The following clinical parameters were recorded on the same day as the transient examination: sex; age; height; body mass index (BMI, calculated by dividing the weight in kilograms by the squared height in meters); waist circumference; HBsAg or anti-HCV test results; and levels of aspartate aminotransferase, alanine aminotransferase, gamma-glutamyl transpeptidase (GGT), glucose, hemoglobin A1c (HbA1c), high-density lipoprotein (HDL) cholesterol, low-density lipoprotein (LDL) cholesterol, triglycerides, and Mac-2-binding protein glycosylated isomer (M2BPGi).
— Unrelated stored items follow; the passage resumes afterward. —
summary summary::deserialize(std::string_view blob, const limits& lim) {
    summary s;
    parse_blob(
        blob, lim,
        [&](int p, bool weighted, const std::array<std::int64_t, drop_reason_count>& dropped) {
            s = summary(p, weighted);
            s.gram_ok_ = false;  // factors only, until something is added (ensure_gram)
            s.dropped_ = dropped;
        },
        [&](level_kind kind, const void* data, std::size_t len, std::int64_t rows, double log_w,
            const double* origin, const ddouble* fac) {
            const std::size_t before = s.cells();
            const std::size_t cell = s.cell_for(kind, data, len, lim);
            if (s.cells() == before) throw error("not a groupfit model: a level appears twice");
            s.n_[cell] = rows;
            s.total_ += rows;
            s.log_w_[cell] = log_w;
            std::copy(origin, origin + s.p_ + 1, s.origin(cell));
            std::copy(fac, fac + s.stride(), &s.factor_[cell * s.stride()]);
        });
    return s;
}

void summary::merge_blob(std::string_view blob, const limits& lim) {
    // Cells of this BLOB already merged, to reject a level that appears twice.
    std::vector<std::uint8_t> seen;
    std::vector<ddouble> tmp;  // a cell's matrix, formed from its stored factor
    parse_blob(
        blob, lim,
        [&](int p, bool weighted, const std::array<std::int64_t, drop_reason_count>& dropped) {
            if (p != p_)
                throw error("models differ in shape: " + std::to_string(p_) + " covariates vs " +
                            std::to_string(p));
            if (weighted != weighted_)
                throw error("models differ in kind: one is weighted (groupfit_weighted) and one is not");
            ensure_gram();
            tmp.resize(stride());
            merge_dropped(dropped);
            seen.assign(cells(), 0);
        },
        [&](level_kind kind, const void* data, std::size_t len, std::int64_t rows, double log_w,
            const double* origin, const ddouble* fac) {
            const std::size_t cell = cell_for(kind, data, len, lim);
            if (cell >= seen.size()) seen.resize(cell + 1, 0);
            if (seen[cell]) throw error("not a groupfit model: a level appears twice");
            seen[cell] = 1;
            detail::gram_of_factor(p_ + 2, fac, fac + p_ + 2, tmp.data());
            merge_gram(cell, origin, tmp.data(), rows, log_w);
        });
}

}  // namespace groupfit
The fatty liver index was calculated as follows:

{e(0.953 × ln(triglycerides) + 0.139 × BMI + 0.718 × ln(GGT) + 0.053 × waist circumference − 15.745)}/{1 + e (0.953 × ln(triglycerides) + 0.139 × BMI + 0.718 × ln(GGT) + 0.053 × waist circumference − 15.745)} × 100.

Based on a previous report, participants who had a fatty liver according to a Cap ≥248 dB/m and met any of the following criteria were diagnosed with MASLD: BMI ≥23 kg/m2 or a high waist circumference (≥ 90 cm for men and ≥85 cm for women; fasting serum glucose ≥100 mg/dL or type 2 diabetes or a prescription record of antidiabetic medications; blood pressure ≥130/85 mm Hg or a prescription record of antihypertensive medications; triglycerides ≥150 mg/dL or a prescription record of lipid-lowering medications; low HDL cholesterol (≤40 mg/dL for men and ≤50 mg/dL for women) or a prescription record of lipid-lowering medications [2].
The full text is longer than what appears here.